[Stored items]
_ _ _ _

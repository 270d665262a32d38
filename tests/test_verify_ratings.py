"""``partpick verify`` on partial data, and its ratings checked at every operating point.

References used here:
* Erickson & Maksimovic, *Fundamentals of Power Electronics*, 3rd ed.: ch. 2 (CCM boost,
  ΔiL = Vin·D/(fsw·L)), ch. 3 (diode conduction V_F·I_avg, I_avg = Iout by charge balance),
  ch. 5 (DCM boost ratio M = (1 + √(1 + 4D²/K))/2, K = 2L/(R·Ts)).
* The steady junction Tj = T_amb + θJA·P of every data sheet's thermal resistance.

Every manufacturer and part number in tests/data/verify/ is invented.
"""

from __future__ import annotations

import json
import math
from dataclasses import replace

import pytest

from partpick.design.spec import Spec
from partpick.verify.ratings import Ratings
from partpick.verify.stage import Stage
from partpick.verify.sweep import OperatingPoint, verify_design
from tests.test_verify_cli import DATA, PARTS, SPEC, run


@pytest.fixture
def catalog(tmp_path) -> str:
    """Function scope: a catalog file holding the invented parts of tests/data/verify/."""
    from typer.testing import CliRunner

    from partpick.cli import app

    db = str(tmp_path / "verify.db")
    for kind, name in (("inductor", "inductors.csv"), ("capacitor", "capacitors.csv"),
                       ("diode", "diodes.csv"), ("mosfet", "mosfets.csv")):  # fmt: skip
        result = CliRunner().invoke(app, ["import", str(DATA / name), "--kind", kind, "--db", db])
        assert result.exit_code == 0, result.output
    return db


NO_COSS = [*PARTS[:-1], "NTV-QN40-21"]  # the same switch without a Coss figure
FAST_NO_QRR = [*PARTS[:-3], "SLV-ZF60-2A0", *PARTS[-2:]]


def test_a_switch_without_coss_still_verifies_and_says_what_is_left_out(catalog):
    result = run(SPEC, *NO_COSS, "--db", catalog)
    assert result.exit_code == 0, result.output
    assert "not included: Coss" in result.output and "NTV-QN40-21" in result.output
    assert "≤ " in result.output  # the efficiency is marked an upper bound
    document = json.loads(run(SPEC, *NO_COSS, "--db", catalog, "--format", "json").output)
    for point in document["points"]:
        assert point["losses_w"]["coss"] == 0.0
        assert {"term": "coss", "role": "switch", "part": "NTV-QN40-21"}.items() <= next(
            n for n in point["not_included"] if n["term"] == "coss"
        ).items()
        assert point["efficiency_is_upper_bound"] is True
    # ... and warns, naming the option that fills the gap
    warned = [w for w in document["warnings"] if w["code"] == "loss-not-included"]
    assert {"term": "coss", "role": "switch", "part": "NTV-QN40-21"}.items() <= next(
        w["detail"] for w in warned if w["detail"]["term"] == "coss"
    ).items()
    assert "--coss" in result.output and "Warnings" in result.output


def test_a_fast_diode_without_qrr_still_verifies(catalog):
    # Erickson & Maksimovic ch. 4: a fast diode has stored charge, so the missing Qrr cannot
    # be taken as zero: the recovery term is left out and named, the waveforms still solve
    result = run(SPEC, *FAST_NO_QRR, "--db", catalog, "--format", "json")
    assert result.exit_code == 0, result.output
    terms = {n["term"] for p in json.loads(result.output)["points"] for n in p["not_included"]}
    assert "recovery" in terms


def test_a_missing_waveform_figure_is_still_an_error_naming_the_option(catalog):
    result = run(SPEC, *PARTS, "--db", catalog, "--inductor", "QM-100-0630-NODCR")
    assert result.exit_code == 2
    assert "--dcr" in result.output


def test_the_nominal_design_violates_nothing_and_strict_passes(catalog):
    result = run(SPEC, *PARTS, "--db", catalog, "--strict")
    assert result.exit_code == 0, result.output
    assert "no violation at any point" in result.output


def _violations(output: str) -> list[dict]:
    return json.loads(output)["violations"]


def test_an_overdriven_open_loop_duty_lists_its_violations_and_strict_fails(catalog):
    # D = 0.8 open loop at 20 mA (R = 1200 Ω): K = 2·15 µH/(1200 Ω·2.5 µs) = 0.01, so
    # M = (1 + √(1 + 4·0.64/0.01))/2 = (1 + 16.03)/2 = 8.52 and Vout ≈ 8.52·8.4 V = 71.5 V
    # before losses (Erickson & Maksimovic ch. 5): above the 50 V X7R part's derated 25 V
    # (standard profile, u = 0.5), the 40 V diode's 32 V and the 60 V hazard level.
    args = (SPEC, *PARTS, "--db", catalog, "--duty", "0.8", "--load", "20 mA")
    loose = run(*args, "--format", "json")
    assert loose.exit_code == 0, loose.output
    found = _violations(loose.output)
    assert found and {"point", "rule", "value", "limit"} <= set(found[0])
    at_light = {v["rule"]: v for v in found if v["point"] == {"vin_v": 8.4, "iout_a": 0.02}}
    assert {"output-voltage", "hazard-voltage", "reverse-voltage", "drain-voltage"} <= set(at_light)
    assert at_light["output-voltage"]["limit"] == pytest.approx(25.0)
    assert 60.0 < at_light["hazard-voltage"]["value"] < 71.5
    strict = run(*args, "--strict")
    assert strict.exit_code == 1
    assert "Ratings exceeded" in strict.output and "hazard" in strict.output


def test_ambient_max_applies_to_the_junction_checks(catalog):
    # the diode at 120 °C ambient: Tj = 120 + 60 °C/W·(0.47 V·0.8 A) = 142.56 °C
    # (Erickson & Maksimovic ch. 3, charge balance: the diode's average current is Iout),
    # above its 150 − 25 = 125 °C limit (standard profile)
    result = run(SPEC, *PARTS, "--db", catalog, "--ambient-max", "120", "--format", "json")
    assert result.exit_code == 0, result.output
    hot = [v for v in _violations(result.output) if v["rule"] == "diode-thermal"]
    full = [v for v in hot if v["point"]["iout_a"] == 0.8]
    assert full and all(v["value"] == pytest.approx(142.56, abs=0.05) for v in full)
    assert all(v["limit"] == pytest.approx(125.0) for v in hot)


# ---------------------------------------------------------------- the saturation check

STAGE = Stage(
    inductance_h=15e-6, dcr_ohm=0.0, rds_on_ohm=0.0, diode_vf_v=0.0, cout_f=100e-6,
    esr_ohm=0.0, fsw_hz=400e3, output_count=1,
)  # fmt: skip
RATINGS = Ratings(
    cap_voltage_v=None, cap_voltage_use=0.5, vds_v=None, vds_use=0.8, vrrm_v=None,
    vrrm_use=0.8, isat_a=4.0, isat_use=0.8, inductance_tolerance=0.2,
    switch_tj_max_degc=None, switch_theta_ja_degc_w=None, switch_margin_degc=25.0,
    switch_ceiling_degc=math.inf, diode_tj_max_degc=None, diode_theta_ja_degc_w=None,
    diode_margin_degc=25.0, diode_ceiling_degc=math.inf, ambient_degc=25.0, spec_vout_v=24.0,
    parts={"inductor": "QM-150-1265"},
)  # fmt: skip
SPEC_OBJ = Spec(vin_min_v=6.0, vin_max_v=8.4, vout_v=24.0, iout_a=0.8, fsw_hz=400e3,
                vout_ripple_v=0.12)  # fmt: skip


def test_saturation_is_checked_at_the_low_end_of_the_inductance_tolerance():
    # An ideal (lossless) stage at D = 0.75 from 6 V: Vout = 24 V, I_L = 0.8/0.25 = 3.2 A
    # (Erickson & Maksimovic ch. 2). At L·(1 − 0.2) = 12 µH the ripple is
    # 6·0.75/(400 kHz·12 µH) = 0.9375 A, so the peak is 3.2 + 0.46875 = 3.66875 A; at the
    # nominal 15 µH it would be 3.575 A. Both are above 0.8·4 A = 3.2 A.
    result = verify_design(SPEC_OBJ, STAGE, [OperatingPoint(6.0, 0.8)], duty=0.75,
                           ratings=RATINGS)  # fmt: skip
    saturation = [v for v in result.violations if v.rule == "saturation"]
    assert len(saturation) == 1
    assert saturation[0].value == pytest.approx(3.66875, rel=2e-3)
    assert saturation[0].limit == pytest.approx(3.2)
    # with more Isat the same point passes
    roomy = verify_design(SPEC_OBJ, STAGE, [OperatingPoint(6.0, 0.8)], duty=0.75,
                          ratings=replace(RATINGS, isat_a=4.6))  # fmt: skip
    assert not roomy.violations


def test_a_leakage_that_runs_away_is_a_violation_not_a_number():
    # a hand-built Schottky leaking 5 mA at 25 °C behind 150 °C/W: at 60 °C ambient the
    # leakage alone, 5 mA·2^3.5·~18 V ≈ 1 W, would lift the junction by 150 °C, which
    # raises the leakage further: no steady Tj (leakage doubling per 10 °C, from memory)
    stage = replace(STAGE, ir_a=5e-3, diode_theta_ja_degc_w=150.0, diode_tj_max_degc=150.0,
                    ambient_degc=60.0)  # fmt: skip
    ratings = replace(RATINGS, diode_tj_max_degc=150.0, diode_theta_ja_degc_w=150.0,
                      ambient_degc=60.0, isat_a=None)  # fmt: skip
    result = verify_design(SPEC_OBJ, stage, [OperatingPoint(6.0, 0.8)], duty=0.75,
                           ratings=ratings)  # fmt: skip
    assert result.points[0].state.thermal_runaway
    assert [v.rule for v in result.violations] == ["thermal-runaway"]
    assert result.to_dict()["violations"][0]["rule"] == "thermal-runaway"
    # a part leaking a thousand times less settles (the same iteration converges)
    calm = verify_design(SPEC_OBJ, replace(stage, ir_a=5e-6), [OperatingPoint(6.0, 0.8)],
                         duty=0.75, ratings=ratings)  # fmt: skip
    assert not calm.points[0].state.thermal_runaway
    assert calm.points[0].state.losses_w["leakage"] > 0.0


def test_core_loss_from_imported_steinmetz_data(catalog):
    # QM-150-1265S (invented): k = 3.0, α = 1.45, β = 2.6, Ve = 600 mm³, Ae = 20 mm², N = 12.
    # Its triangular current swings ΔI = iL max − iL min with duty D, so ΔB = L·ΔI/(N·Ae)
    # and the iGSE gives P = Ve·k_i·ΔB^β·f^α·(D^(1−α) + (1 − D)^(1−α)) (Venkatachalam et al.
    # 2002, the two-segment case), k_i = k/((2π)^(α−1)·∫|cos θ|^α dθ·2^(β−α)).
    from scipy.integrate import quad

    with_core = [PARTS[0], "QM-150-1265S", *PARTS[2:]]
    result = run(SPEC, *with_core, "--db", catalog, "--format", "json")
    assert result.exit_code == 0, result.output
    document = json.loads(result.output)
    assert "core" not in {n["term"] for n in document["not_included"]}
    integral, _ = quad(lambda theta: abs(math.cos(theta)) ** 1.45, 0.0, 2.0 * math.pi, limit=200)
    k_i = 3.0 / ((2.0 * math.pi) ** 0.45 * integral * 2.0**1.15)
    for point in (p for p in document["points"] if p["mode"] == "ccm"):
        swing_t = 15e-6 * (point["il_max_a"] - point["il_min_a"]) / (12 * 20e-6)
        duty = point["duty"]
        shape = duty**-0.45 + (1.0 - duty) ** -0.45
        expected_w = 600e-9 * k_i * swing_t**2.6 * 400e3**1.45 * shape
        assert point["losses_w"]["core"] == pytest.approx(expected_w, rel=1e-3)
        assert point["losses_w"]["core"] > 1e-3  # a real term: milliwatts, not rounding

_ _ _ _

The word to find is "partpick". Copy every line of the records that holds it.

"""``partpick verify`` on partial data, and its ratings checked at every operating point.
from partpick.design.spec import Spec
from partpick.verify.ratings import Ratings
from partpick.verify.stage import Stage
from partpick.verify.sweep import OperatingPoint, verify_design
    from partpick.cli import app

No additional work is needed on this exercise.